**WORK REQUEST:** In the material below, find the line containing "told = list(_zero_rates(curve, points, PLAUSIBLE_ZERO_RATES))" and the line containing "def _point_place(curve: DiscountCurve, i: int, place: Locate)", then reproduce exactly both of them and every line between, and nothing else.

═════ PROVIDED DATA ═════

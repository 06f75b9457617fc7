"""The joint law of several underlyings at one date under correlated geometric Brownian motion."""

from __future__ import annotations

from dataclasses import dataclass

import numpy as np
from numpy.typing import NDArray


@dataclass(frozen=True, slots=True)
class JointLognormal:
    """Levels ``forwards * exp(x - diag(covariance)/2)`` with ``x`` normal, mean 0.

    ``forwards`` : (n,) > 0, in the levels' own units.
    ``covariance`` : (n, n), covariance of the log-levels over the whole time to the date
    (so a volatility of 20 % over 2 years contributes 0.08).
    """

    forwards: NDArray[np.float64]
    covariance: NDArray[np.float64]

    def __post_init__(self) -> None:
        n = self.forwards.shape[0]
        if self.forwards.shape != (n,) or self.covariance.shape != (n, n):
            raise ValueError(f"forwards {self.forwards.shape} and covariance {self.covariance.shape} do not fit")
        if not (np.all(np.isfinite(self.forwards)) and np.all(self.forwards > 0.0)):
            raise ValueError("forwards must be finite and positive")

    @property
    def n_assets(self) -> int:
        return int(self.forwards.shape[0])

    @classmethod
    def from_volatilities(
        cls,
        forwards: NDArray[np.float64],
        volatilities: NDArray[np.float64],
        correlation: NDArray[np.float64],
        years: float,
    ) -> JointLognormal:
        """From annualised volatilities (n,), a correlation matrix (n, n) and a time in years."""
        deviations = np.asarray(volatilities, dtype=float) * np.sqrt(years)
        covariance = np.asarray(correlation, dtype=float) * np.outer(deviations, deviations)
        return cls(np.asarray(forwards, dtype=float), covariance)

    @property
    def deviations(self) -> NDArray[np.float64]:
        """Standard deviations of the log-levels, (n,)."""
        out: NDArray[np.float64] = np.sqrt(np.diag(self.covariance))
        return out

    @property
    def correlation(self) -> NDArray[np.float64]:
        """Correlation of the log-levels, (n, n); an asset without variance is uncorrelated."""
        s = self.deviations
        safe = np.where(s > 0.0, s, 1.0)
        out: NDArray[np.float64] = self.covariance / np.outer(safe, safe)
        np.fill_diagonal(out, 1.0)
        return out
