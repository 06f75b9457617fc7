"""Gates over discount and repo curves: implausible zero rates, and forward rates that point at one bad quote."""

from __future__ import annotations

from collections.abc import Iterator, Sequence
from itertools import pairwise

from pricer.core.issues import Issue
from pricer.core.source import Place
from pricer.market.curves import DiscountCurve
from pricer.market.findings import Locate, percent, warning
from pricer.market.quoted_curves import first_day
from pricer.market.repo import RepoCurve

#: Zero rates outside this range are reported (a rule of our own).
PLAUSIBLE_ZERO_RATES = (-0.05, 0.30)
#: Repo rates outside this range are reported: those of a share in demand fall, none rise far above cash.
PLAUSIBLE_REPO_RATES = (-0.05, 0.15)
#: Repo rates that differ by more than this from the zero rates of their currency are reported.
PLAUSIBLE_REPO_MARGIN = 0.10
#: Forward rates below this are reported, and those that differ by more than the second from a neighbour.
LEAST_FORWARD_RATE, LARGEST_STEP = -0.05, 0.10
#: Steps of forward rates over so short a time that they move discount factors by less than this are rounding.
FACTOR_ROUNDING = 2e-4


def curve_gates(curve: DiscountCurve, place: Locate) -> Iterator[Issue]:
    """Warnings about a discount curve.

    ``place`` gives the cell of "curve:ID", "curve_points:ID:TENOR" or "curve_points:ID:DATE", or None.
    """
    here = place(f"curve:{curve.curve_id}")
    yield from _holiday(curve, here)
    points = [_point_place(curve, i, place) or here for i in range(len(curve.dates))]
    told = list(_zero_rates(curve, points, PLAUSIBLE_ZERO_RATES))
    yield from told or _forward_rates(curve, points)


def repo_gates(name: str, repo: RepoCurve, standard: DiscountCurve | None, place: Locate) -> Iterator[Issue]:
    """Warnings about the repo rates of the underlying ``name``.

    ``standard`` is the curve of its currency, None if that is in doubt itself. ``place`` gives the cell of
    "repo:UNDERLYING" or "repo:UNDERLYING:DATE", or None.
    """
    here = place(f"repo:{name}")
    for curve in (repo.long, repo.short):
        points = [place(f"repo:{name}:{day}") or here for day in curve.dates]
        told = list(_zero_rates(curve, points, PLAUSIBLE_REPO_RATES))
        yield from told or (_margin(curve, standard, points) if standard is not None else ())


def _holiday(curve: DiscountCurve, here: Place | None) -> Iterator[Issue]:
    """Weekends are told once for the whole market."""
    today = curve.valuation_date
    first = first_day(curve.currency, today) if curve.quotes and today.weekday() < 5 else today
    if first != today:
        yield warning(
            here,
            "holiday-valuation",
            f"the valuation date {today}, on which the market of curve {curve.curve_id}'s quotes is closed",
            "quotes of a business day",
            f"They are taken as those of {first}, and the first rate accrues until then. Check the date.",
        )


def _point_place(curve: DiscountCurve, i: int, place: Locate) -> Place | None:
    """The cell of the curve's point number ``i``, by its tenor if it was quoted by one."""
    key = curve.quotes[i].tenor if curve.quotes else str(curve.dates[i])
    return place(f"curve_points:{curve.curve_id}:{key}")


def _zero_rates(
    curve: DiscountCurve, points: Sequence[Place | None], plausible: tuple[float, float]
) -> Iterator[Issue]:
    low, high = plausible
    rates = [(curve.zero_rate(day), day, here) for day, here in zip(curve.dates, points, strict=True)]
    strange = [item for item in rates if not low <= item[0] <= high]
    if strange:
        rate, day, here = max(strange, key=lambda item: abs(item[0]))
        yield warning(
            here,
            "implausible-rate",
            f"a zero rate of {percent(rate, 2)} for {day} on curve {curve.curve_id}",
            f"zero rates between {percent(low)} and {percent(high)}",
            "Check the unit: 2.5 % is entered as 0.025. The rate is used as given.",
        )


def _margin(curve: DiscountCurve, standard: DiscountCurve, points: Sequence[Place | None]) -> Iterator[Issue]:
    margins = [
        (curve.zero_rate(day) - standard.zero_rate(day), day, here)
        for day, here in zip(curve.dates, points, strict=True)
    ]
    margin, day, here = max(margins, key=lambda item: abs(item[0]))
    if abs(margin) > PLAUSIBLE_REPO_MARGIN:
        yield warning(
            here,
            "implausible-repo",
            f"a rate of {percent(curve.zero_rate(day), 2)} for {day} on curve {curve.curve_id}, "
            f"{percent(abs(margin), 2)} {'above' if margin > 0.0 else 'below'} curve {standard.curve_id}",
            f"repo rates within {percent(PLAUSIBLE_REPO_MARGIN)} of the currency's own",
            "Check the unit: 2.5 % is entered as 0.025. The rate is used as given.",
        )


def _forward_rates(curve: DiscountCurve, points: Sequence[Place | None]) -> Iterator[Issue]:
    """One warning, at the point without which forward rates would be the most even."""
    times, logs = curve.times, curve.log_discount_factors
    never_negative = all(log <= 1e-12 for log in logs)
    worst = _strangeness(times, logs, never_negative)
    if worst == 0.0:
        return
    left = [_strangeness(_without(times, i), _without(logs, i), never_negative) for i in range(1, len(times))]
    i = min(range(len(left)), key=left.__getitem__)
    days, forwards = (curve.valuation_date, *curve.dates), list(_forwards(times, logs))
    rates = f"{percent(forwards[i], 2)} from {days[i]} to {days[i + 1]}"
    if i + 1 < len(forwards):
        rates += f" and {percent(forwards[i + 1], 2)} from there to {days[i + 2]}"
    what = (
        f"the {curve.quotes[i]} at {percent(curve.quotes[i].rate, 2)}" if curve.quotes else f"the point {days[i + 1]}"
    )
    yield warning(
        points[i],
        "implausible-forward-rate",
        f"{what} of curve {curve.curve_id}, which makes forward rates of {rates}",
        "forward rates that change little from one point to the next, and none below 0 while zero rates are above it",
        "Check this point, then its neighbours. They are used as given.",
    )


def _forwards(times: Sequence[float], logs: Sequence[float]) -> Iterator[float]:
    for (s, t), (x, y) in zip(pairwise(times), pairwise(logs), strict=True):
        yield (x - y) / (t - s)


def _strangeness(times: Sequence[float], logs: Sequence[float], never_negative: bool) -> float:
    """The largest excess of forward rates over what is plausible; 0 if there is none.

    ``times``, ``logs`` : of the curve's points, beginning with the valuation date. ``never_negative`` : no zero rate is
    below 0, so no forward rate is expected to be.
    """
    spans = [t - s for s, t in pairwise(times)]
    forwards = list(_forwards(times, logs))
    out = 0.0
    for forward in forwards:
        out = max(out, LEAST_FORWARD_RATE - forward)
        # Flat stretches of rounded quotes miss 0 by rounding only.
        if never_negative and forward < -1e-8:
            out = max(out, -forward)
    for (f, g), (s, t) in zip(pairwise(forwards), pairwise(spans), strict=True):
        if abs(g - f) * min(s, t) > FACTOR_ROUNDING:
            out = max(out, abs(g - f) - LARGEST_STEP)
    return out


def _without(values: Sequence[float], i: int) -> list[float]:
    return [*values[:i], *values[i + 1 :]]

═════
═════ PROVIDED DATA ═════

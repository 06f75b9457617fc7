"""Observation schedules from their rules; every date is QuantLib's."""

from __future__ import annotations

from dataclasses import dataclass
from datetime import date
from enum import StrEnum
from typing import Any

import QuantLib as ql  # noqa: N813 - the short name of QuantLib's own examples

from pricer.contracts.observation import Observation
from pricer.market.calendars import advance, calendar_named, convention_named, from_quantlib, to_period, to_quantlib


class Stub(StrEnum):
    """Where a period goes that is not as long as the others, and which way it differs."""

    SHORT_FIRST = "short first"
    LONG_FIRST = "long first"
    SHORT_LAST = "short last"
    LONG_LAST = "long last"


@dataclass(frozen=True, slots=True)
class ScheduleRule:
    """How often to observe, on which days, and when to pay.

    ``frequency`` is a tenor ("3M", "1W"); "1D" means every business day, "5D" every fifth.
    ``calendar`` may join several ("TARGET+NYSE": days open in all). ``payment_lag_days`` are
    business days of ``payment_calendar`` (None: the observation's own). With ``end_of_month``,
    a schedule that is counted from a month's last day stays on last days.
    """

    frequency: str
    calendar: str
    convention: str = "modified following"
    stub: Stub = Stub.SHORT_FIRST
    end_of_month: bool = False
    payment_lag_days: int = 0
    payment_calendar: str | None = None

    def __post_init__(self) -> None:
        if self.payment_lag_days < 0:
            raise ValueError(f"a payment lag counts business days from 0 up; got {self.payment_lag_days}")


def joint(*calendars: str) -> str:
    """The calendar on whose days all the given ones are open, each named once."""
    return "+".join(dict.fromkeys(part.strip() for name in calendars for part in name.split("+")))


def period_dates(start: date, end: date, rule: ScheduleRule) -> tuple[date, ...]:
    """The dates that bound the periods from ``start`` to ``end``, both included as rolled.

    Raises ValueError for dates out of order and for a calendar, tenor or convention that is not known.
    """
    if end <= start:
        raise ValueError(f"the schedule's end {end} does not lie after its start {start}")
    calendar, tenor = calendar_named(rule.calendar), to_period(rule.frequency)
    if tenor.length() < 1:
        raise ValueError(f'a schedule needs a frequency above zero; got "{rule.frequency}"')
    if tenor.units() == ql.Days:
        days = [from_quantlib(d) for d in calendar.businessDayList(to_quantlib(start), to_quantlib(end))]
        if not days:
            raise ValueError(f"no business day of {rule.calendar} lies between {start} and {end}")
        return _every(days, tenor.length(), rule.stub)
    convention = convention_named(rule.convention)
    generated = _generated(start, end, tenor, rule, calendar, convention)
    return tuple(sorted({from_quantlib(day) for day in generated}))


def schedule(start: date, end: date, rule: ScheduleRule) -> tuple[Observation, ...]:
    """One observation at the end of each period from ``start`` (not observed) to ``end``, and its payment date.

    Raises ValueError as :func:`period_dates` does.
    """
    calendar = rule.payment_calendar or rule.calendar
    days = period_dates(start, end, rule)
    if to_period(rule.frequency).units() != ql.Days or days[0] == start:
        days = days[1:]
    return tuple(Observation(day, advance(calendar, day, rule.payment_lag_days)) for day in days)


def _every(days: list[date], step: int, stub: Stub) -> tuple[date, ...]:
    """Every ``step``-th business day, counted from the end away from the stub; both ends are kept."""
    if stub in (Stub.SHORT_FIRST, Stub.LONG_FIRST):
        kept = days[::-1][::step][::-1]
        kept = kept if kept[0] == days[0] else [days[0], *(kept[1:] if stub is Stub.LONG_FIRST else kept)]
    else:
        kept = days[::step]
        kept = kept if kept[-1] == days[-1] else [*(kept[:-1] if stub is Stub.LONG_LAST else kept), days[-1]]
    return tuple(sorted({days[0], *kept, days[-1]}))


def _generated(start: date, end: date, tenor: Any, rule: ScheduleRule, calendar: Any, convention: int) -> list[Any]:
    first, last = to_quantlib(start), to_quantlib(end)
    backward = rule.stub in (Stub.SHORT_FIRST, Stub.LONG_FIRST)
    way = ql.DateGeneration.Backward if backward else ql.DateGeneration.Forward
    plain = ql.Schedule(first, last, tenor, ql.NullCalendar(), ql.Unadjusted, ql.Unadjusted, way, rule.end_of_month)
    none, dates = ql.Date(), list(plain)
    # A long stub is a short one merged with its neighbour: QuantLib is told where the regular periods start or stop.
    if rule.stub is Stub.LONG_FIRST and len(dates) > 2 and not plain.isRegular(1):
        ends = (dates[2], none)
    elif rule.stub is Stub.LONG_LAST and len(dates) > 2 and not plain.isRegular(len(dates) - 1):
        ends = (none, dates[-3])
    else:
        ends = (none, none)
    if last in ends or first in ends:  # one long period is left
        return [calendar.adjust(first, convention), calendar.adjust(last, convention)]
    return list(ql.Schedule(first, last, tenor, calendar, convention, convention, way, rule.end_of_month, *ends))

═════
═════ PROVIDED DATA ═════

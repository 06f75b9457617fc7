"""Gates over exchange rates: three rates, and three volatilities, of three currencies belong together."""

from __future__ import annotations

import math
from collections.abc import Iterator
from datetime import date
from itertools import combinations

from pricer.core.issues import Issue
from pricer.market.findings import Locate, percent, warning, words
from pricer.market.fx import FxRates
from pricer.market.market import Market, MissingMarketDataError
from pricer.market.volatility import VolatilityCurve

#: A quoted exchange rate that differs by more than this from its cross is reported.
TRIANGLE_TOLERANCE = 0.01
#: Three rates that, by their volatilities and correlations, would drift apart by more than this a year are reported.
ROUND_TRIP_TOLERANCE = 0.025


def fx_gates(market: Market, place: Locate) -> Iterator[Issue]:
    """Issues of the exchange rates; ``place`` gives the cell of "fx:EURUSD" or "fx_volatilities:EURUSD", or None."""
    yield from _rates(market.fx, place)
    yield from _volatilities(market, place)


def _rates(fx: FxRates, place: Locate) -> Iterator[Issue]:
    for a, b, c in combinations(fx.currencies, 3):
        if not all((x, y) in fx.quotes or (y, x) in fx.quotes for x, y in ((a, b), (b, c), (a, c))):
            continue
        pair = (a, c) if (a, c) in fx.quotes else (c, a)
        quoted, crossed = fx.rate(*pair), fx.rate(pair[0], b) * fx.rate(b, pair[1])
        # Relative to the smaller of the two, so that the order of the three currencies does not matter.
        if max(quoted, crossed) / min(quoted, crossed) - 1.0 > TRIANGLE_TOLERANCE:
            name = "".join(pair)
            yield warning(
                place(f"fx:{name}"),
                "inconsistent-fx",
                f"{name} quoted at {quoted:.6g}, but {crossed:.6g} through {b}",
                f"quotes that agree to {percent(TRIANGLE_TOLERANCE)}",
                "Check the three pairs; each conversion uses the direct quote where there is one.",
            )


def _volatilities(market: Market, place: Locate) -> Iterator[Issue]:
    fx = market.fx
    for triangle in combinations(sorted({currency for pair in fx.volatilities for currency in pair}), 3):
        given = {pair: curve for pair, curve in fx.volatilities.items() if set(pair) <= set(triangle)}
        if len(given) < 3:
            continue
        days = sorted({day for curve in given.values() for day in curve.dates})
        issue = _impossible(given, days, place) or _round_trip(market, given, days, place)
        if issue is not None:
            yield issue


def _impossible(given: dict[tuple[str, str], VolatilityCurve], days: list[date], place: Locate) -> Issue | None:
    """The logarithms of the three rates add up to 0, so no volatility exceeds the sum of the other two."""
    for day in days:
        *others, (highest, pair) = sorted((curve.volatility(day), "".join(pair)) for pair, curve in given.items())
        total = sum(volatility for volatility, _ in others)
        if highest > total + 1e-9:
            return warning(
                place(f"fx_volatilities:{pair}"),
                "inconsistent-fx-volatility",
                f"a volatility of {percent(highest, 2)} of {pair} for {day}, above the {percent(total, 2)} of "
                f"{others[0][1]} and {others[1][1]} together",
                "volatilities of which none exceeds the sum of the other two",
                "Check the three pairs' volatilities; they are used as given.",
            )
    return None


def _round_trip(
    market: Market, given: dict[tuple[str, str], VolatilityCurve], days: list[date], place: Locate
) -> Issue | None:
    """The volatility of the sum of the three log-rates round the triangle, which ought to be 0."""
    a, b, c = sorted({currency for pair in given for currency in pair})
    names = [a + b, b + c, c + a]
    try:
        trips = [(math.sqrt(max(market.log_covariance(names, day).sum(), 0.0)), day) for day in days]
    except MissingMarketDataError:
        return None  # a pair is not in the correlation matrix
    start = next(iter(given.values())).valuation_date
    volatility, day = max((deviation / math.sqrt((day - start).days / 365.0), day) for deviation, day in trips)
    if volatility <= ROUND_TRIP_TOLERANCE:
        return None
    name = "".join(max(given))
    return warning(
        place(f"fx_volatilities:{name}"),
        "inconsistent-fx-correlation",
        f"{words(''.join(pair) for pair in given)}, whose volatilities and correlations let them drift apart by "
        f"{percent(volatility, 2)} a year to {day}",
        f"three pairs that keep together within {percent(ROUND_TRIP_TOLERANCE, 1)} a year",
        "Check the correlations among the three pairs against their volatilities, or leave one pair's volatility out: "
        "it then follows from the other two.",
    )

═════

**OUTPUT FOR THIS EXERCISE:**
    told = list(_zero_rates(curve, points, PLAUSIBLE_ZERO_RATES))
    yield from told or _forward_rates(curve, points)


def repo_gates(name: str, repo: RepoCurve, standard: DiscountCurve | None, place: Locate) -> Iterator[Issue]:
    """Warnings about the repo rates of the underlying ``name``.

    ``standard`` is the curve of its currency, None if that is in doubt itself. ``place`` gives the cell of
    "repo:UNDERLYING" or "repo:UNDERLYING:DATE", or None.
    """
    here = place(f"repo:{name}")
    for curve in (repo.long, repo.short):
        points = [place(f"repo:{name}:{day}") or here for day in curve.dates]
        told = list(_zero_rates(curve, points, PLAUSIBLE_REPO_RATES))
        yield from told or (_margin(curve, standard, points) if standard is not None else ())


def _holiday(curve: DiscountCurve, here: Place | None) -> Iterator[Issue]:
    """Weekends are told once for the whole market."""
    today = curve.valuation_date
    first = first_day(curve.currency, today) if curve.quotes and today.weekday() < 5 else today
    if first != today:
        yield warning(
            here,
            "holiday-valuation",
            f"the valuation date {today}, on which the market of curve {curve.curve_id}'s quotes is closed",
            "quotes of a business day",
            f"They are taken as those of {first}, and the first rate accrues until then. Check the date.",
        )


def _point_place(curve: DiscountCurve, i: int, place: Locate) -> Place | None:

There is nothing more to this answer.